Yeah that makes sense, although those examples would work equally well if they were concrete types inheriting from an abstract type and it's not a huge overhead to maintain. I pretty much wrote DimensionalData.jl because I had a use case for inheriting indexing behaviour and AxisArrays couldn't manage it.

In GeoData.jl AbstractGeoArray and AbstractGeoSeries both inherit from DimensionalArray, but have quite different roles and behaviours that are differentiated using dispatch. But the indexing is identical, as they have no interaction with it besides having a dims field they return when dims(a) is called. A bunch of concrete types for lazy NetCDF, GDAL and HDF5 loading inherit from them. These cant easily contain wrapper types as they just file pointers mocking the array interface. But wrapping them complicates dispatch for their other methods. (You can wrap CuArray in regular memory-backed GeoArray where it makes sense)

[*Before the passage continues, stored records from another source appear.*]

"""What may be read from weather grids, and by which names, cell methods and units it is known.

Standard names are those of the CF Standard Name Table, version 83. Everything here is data: `recognise`,
`units` and `inspect` act on it and name no quantity of their own.
"""

from __future__ import annotations

from dataclasses import dataclass


@dataclass(frozen=True)
class Form:
    """One kind of unit a quantity may come in.

    Attributes
    ----------
    unit : str
        The unit, as UDUNITS spells it, that has the size of the canonical one: a value in it needs no factor.
    is_sum : bool
        True where the value is a sum over the day, False where it is a mean, an extreme or a rate.
    """

    unit: str
    is_sum: bool = False


@dataclass(frozen=True)
class Quantity:
    """A quantity that weather files may hold.

    Attributes
    ----------
    name : str
        Its name here and in the run file.
    meaning : str
        In words.
    unit : str
        Unit it is converted to.
    forms : tuple of Form
        Units it may come in.
    standard_names : tuple of str
        CF standard names it is found by.
    cell_methods : tuple of str
        Cell methods over time that fit.
    method_needed : bool
        True where the standard name alone does not tell it apart, so that the cell method must be there.
    other_names : tuple of str
        Long names, in lower case, clear enough to find it by where no standard name is there; the unit must
        fit.
    units : tuple of str
        Units it is usually given in, to name in messages; its own unit where there are none.
    low, high : float
        Values outside are impossible [unit].
    is_timed : bool
        False for what does not change in time.
    is_needed : bool
        True where nothing can be computed without it.
    is_spare : bool
        True where no result depends on it yet: what is wrong with it is told, and it is left out.
    """

    name: str
    meaning: str
    unit: str
    forms: tuple[Form, ...]
    standard_names: tuple[str, ...]
    cell_methods: tuple[str, ...] = ("mean",)
    method_needed: bool = False
    other_names: tuple[str, ...] = ()
    units: tuple[str, ...] = ()
    low: float = float("-inf")
    high: float = float("inf")
    is_timed: bool = True
    is_needed: bool = False
    is_spare: bool = False

    @property
    def usual_units(self) -> tuple[str, ...]:
        """Units to name in messages."""
        return self.units or (self.unit,)


# Impossible values. Temperature: the records of the World Meteorological Organization are -89.2 and 56.7 degC
# (common knowledge, from memory), widened to round numbers. The others are chosen here, wider than any
# weather.
LOWEST_TEMPERATURE, HIGHEST_TEMPERATURE = -90.0, 60.0  # degC
LOWEST_PRESSURE, HIGHEST_PRESSURE = 30.0, 110.0  # kPa

_CELSIUS = (Form("degC"),)
_PRESSURE = (Form("kPa"),)
_PERCENT = (Form("percent"),)
_RELATIVE = ("relative humidity", "near-surface relative humidity")

QUANTITIES: dict[str, Quantity] = {
    quantity.name: quantity
    for quantity in (
        Quantity(
            name="tmax",
            meaning="daily highest air temperature",
            unit="degC",
            forms=_CELSIUS,
            units=("degC", "K"),
            standard_names=("air_temperature",),
            cell_methods=("maximum",),
            method_needed=True,
            other_names=(
                "daily maximum air temperature",
                "maximum daily air temperature",
                "maximum air temperature",
                "daily maximum near-surface air temperature",
                "daily highest air temperature",
            ),
            low=LOWEST_TEMPERATURE,
            high=HIGHEST_TEMPERATURE,
            is_needed=True,
        ),
        Quantity(
            name="tmin",
            meaning="daily lowest air temperature",
            unit="degC",
            forms=_CELSIUS,
            units=("degC", "K"),
            standard_names=("air_temperature",),
            cell_methods=("minimum",),
            method_needed=True,
            other_names=(
                "daily minimum air temperature",
                "minimum daily air temperature",
                "minimum air temperature",
                "daily minimum near-surface air temperature",
                "daily lowest air temperature",
            ),
            low=LOWEST_TEMPERATURE,
            high=HIGHEST_TEMPERATURE,
            is_needed=True,
        ),
        Quantity(
            name="vapour_pressure",
            meaning="vapour pressure",
            unit="kPa",
            forms=_PRESSURE,
            units=("kPa", "hPa", "Pa"),
            standard_names=("water_vapor_partial_pressure_in_air",),
            other_names=(
                "vapor pressure",
                "vapour pressure",
                "actual vapor pressure",
                "actual vapour pressure",
            ),
            low=0.0,
            high=20.0,
        ),
        Quantity(
            name="dew_point",
            meaning="dew point",
            unit="degC",
            forms=_CELSIUS,
            units=("degC", "K"),
            standard_names=("dew_point_temperature",),
            other_names=("dew point temperature", "dewpoint temperature", "dew point"),
            low=LOWEST_TEMPERATURE,
            high=HIGHEST_TEMPERATURE,
        ),
        Quantity(
            name="specific_humidity",
            meaning="specific humidity",
            unit="kg kg-1",
            forms=(Form("kg kg-1"),),
            units=("kg kg-1", "g kg-1"),
            standard_names=("specific_humidity",),
            other_names=("specific humidity", "near-surface specific humidity"),
            low=0.0,
            high=0.1,
        ),
        Quantity(
            name="relative_humidity_maximum",
            meaning="daily highest relative humidity",
            unit="%",
            forms=_PERCENT,
            units=("%", "1"),
            standard_names=("relative_humidity",),
            cell_methods=("maximum",),
            method_needed=True,
            other_names=(
                "daily maximum relative humidity",
                "maximum relative humidity",
                "daily maximum near-surface relative humidity",
            ),
            low=0.0,
            high=105.0,
        ),
        Quantity(
            name="relative_humidity_minimum",
            meaning="daily lowest relative humidity",
            unit="%",
            forms=_PERCENT,
            units=("%", "1"),
            standard_names=("relative_humidity",),
            cell_methods=("minimum",),
            method_needed=True,
            other_names=(
                "daily minimum relative humidity",
                "minimum relative humidity",
                "daily minimum near-surface relative humidity",
            ),
            low=0.0,
            high=105.0,
        ),
        Quantity(
            name="relative_humidity",
            meaning="daily mean relative humidity",
            unit="%",
            forms=_PERCENT,
            units=("%", "1"),
            standard_names=("relative_humidity",),
            other_names=("daily mean relative humidity", *_RELATIVE),
            low=0.0,
            high=105.0,
        ),
        Quantity(
            name="vapour_pressure_deficit",
            meaning="vapour pressure deficit",
            unit="kPa",
            forms=_PRESSURE,
            units=("kPa", "hPa", "Pa"),
            standard_names=("water_vapor_saturation_deficit_in_air",),
            other_names=("vapor pressure deficit", "vapour pressure deficit"),
            low=0.0,
            high=20.0,
        ),
        Quantity(
            name="radiation",
            meaning="shortwave radiation reaching the ground",
            unit="MJ m-2 d-1",
            forms=(Form("MJ m-2 day-1"), Form("MJ m-2", is_sum=True)),
            units=("W m-2", "MJ m-2 d-1", "J m-2"),
            standard_names=(
                "surface_downwelling_shortwave_flux_in_air",
                "integral_wrt_time_of_surface_downwelling_shortwave_flux_in_air",
            ),
            cell_methods=("mean", "sum"),
            other_names=(
                "surface downwelling shortwave flux",
                "surface downwelling shortwave radiation",
                "surface solar radiation downwards",
            ),
        ),
        Quantity(
            name="wind",
            meaning="wind speed",
            unit="m s-1",
            forms=(Form("m s-1"),),
            standard_names=("wind_speed",),
            other_names=("wind speed", "near-surface wind speed"),
            low=0.0,
            high=75.0,
        ),
        Quantity(
            name="pressure",
            meaning="air pressure at the ground",
            unit="kPa",
            forms=_PRESSURE,
            units=("kPa", "hPa", "Pa"),
            standard_names=("surface_air_pressure", "air_pressure"),
            other_names=("surface pressure", "surface air pressure"),
            low=LOWEST_PRESSURE,
            high=HIGHEST_PRESSURE,
        ),
        Quantity(
            name="rain",
            meaning="precipitation",
            unit="mm d-1",
            # 1 kg of water on 1 m2 stands 1 mm high (density 1000 kg m-3)
            forms=(
                Form("mm day-1"),
                Form("mm", is_sum=True),
                Form("kg m-2 day-1"),
                Form("kg m-2", is_sum=True),
            ),
            standard_names=(
                "precipitation_flux",
                "precipitation_amount",
                "lwe_thickness_of_precipitation_amount",
                "lwe_precipitation_rate",
            ),
            cell_methods=("mean", "sum"),
            other_names=("precipitation", "total precipitation", "rainfall"),
            low=-0.1,
            high=2000.0,
            is_spare=True,
        ),
        Quantity(
            name="elevation",
            meaning="height of the ground above the sea",
            unit="m",
            forms=(Form("m"),),
            standard_names=("surface_altitude",),
            other_names=("surface altitude", "height of the ground"),
            low=-500.0,
            high=9000.0,
            is_timed=False,
            cell_methods=("mean", "point"),
        ),
    )
}


#: Ways to the vapour pressure, best first: FAO-56 chapter 3 prefers a measured dew point or vapour pressure,
#: then highest and lowest relative humidity, then the highest alone, and calls the mean "less desirable".
HUMIDITY_WAYS: tuple[tuple[str, ...], ...] = (
    ("vapour_pressure",),
    ("dew_point",),
    ("specific_humidity",),
    ("relative_humidity_maximum", "relative_humidity_minimum"),
    ("relative_humidity_maximum",),
    ("relative_humidity",),
    ("vapour_pressure_deficit",),
)

#: Every quantity that has to do with humidity.
HUMIDITY: tuple[str, ...] = tuple(dict.fromkeys(name for way in HUMIDITY_WAYS for name in way))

Then AbstractGeoStack isn't even in AbstractArray but it and its descendants also use dim/selector indexing. In this case extensibility is via defining a dims() method and some additional moving parts to handle a Symbol key + indices in the same getindex.

I can't see how to do these things cleanly with concrete array wrappers. There ends up being too much going on and dispatch and plot recipes get complicated. And it obviously can't work for non-arrays.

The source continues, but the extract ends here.